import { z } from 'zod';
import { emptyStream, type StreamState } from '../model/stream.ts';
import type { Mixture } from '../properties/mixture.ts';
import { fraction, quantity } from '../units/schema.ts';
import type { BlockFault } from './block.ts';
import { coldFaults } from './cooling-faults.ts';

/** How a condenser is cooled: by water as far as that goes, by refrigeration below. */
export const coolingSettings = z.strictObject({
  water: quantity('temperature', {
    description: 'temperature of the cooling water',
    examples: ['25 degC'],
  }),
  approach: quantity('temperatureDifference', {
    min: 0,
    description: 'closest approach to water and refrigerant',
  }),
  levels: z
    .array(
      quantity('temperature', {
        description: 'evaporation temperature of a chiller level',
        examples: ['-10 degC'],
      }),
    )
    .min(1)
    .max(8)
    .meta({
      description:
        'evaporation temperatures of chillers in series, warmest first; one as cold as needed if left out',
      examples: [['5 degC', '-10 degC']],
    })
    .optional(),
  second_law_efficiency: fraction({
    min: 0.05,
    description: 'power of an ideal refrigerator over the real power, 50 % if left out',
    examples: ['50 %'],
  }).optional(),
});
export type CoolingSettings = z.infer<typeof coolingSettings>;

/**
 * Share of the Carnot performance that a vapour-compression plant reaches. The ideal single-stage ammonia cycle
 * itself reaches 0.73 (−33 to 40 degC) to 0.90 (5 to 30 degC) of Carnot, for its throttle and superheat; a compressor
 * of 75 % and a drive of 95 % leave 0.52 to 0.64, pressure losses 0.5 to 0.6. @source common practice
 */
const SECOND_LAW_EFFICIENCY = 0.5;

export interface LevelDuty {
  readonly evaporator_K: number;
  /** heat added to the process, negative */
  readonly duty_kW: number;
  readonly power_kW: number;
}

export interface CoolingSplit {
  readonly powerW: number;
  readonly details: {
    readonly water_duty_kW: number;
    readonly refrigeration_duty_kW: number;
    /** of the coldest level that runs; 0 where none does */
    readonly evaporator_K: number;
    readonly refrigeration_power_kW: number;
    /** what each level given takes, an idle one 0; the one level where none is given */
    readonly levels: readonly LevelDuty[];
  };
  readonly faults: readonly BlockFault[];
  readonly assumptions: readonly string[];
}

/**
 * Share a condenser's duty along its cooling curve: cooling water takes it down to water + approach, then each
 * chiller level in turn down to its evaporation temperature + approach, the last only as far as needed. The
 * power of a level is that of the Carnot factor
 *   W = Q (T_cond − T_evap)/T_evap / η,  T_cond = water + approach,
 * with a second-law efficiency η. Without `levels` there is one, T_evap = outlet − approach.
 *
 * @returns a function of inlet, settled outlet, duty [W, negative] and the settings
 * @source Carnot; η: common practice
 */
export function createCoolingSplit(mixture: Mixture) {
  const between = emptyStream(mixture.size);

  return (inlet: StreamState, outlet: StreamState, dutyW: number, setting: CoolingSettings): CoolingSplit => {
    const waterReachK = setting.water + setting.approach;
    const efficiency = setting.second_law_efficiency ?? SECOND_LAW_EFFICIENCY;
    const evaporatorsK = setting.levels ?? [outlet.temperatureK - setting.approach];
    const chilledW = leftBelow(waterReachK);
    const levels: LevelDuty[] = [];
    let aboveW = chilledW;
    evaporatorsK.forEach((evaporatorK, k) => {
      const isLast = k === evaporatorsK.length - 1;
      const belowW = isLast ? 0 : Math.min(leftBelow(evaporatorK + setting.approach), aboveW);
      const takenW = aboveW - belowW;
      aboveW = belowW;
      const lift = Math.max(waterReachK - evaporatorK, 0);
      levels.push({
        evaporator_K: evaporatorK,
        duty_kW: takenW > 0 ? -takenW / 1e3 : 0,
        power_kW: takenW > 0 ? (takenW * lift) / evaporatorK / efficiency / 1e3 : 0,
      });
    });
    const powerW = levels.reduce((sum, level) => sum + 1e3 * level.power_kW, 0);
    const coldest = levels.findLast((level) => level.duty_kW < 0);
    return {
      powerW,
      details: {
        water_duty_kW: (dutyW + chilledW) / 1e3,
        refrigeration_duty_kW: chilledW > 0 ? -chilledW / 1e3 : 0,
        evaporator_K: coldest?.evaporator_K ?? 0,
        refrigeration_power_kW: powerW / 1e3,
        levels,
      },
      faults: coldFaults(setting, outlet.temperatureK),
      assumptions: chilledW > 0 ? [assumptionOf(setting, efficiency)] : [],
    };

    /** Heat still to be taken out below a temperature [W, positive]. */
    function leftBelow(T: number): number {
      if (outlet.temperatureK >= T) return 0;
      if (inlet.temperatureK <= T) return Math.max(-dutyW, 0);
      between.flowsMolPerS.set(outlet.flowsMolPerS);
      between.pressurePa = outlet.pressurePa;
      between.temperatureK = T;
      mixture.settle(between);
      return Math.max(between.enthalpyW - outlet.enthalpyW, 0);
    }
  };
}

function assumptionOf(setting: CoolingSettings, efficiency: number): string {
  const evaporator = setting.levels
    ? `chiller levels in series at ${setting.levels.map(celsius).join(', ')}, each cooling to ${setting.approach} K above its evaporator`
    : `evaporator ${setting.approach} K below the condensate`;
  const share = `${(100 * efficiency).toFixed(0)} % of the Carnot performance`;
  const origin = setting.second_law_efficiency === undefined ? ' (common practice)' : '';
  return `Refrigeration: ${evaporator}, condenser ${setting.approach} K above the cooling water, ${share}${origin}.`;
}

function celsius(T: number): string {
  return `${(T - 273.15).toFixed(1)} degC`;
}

## Exercise brief
Every line from the start of the listing through the line with "description: 'power of" should be reproduced exactly, and no other line.

## Finished task
import { z } from 'zod';
import { emptyStream, type StreamState } from '../model/stream.ts';
import type { Mixture } from '../properties/mixture.ts';
import { fraction, quantity } from '../units/schema.ts';
import type { BlockFault } from './block.ts';
import { coldFaults } from './cooling-faults.ts';

/** How a condenser is cooled: by water as far as that goes, by refrigeration below. */
export const coolingSettings = z.strictObject({
  water: quantity('temperature', {
    description: 'temperature of the cooling water',
    examples: ['25 degC'],
  }),
  approach: quantity('temperatureDifference', {
    min: 0,
    description: 'closest approach to water and refrigerant',
  }),
  levels: z
    .array(
      quantity('temperature', {
        description: 'evaporation temperature of a chiller level',
        examples: ['-10 degC'],
      }),
    )
    .min(1)
    .max(8)
    .meta({
      description:
        'evaporation temperatures of chillers in series, warmest first; one as cold as needed if left out',
      examples: [['5 degC', '-10 degC']],
    })
    .optional(),
  second_law_efficiency: fraction({
    min: 0.05,
    description: 'power of an ideal refrigerator over the real power, 50 % if left out',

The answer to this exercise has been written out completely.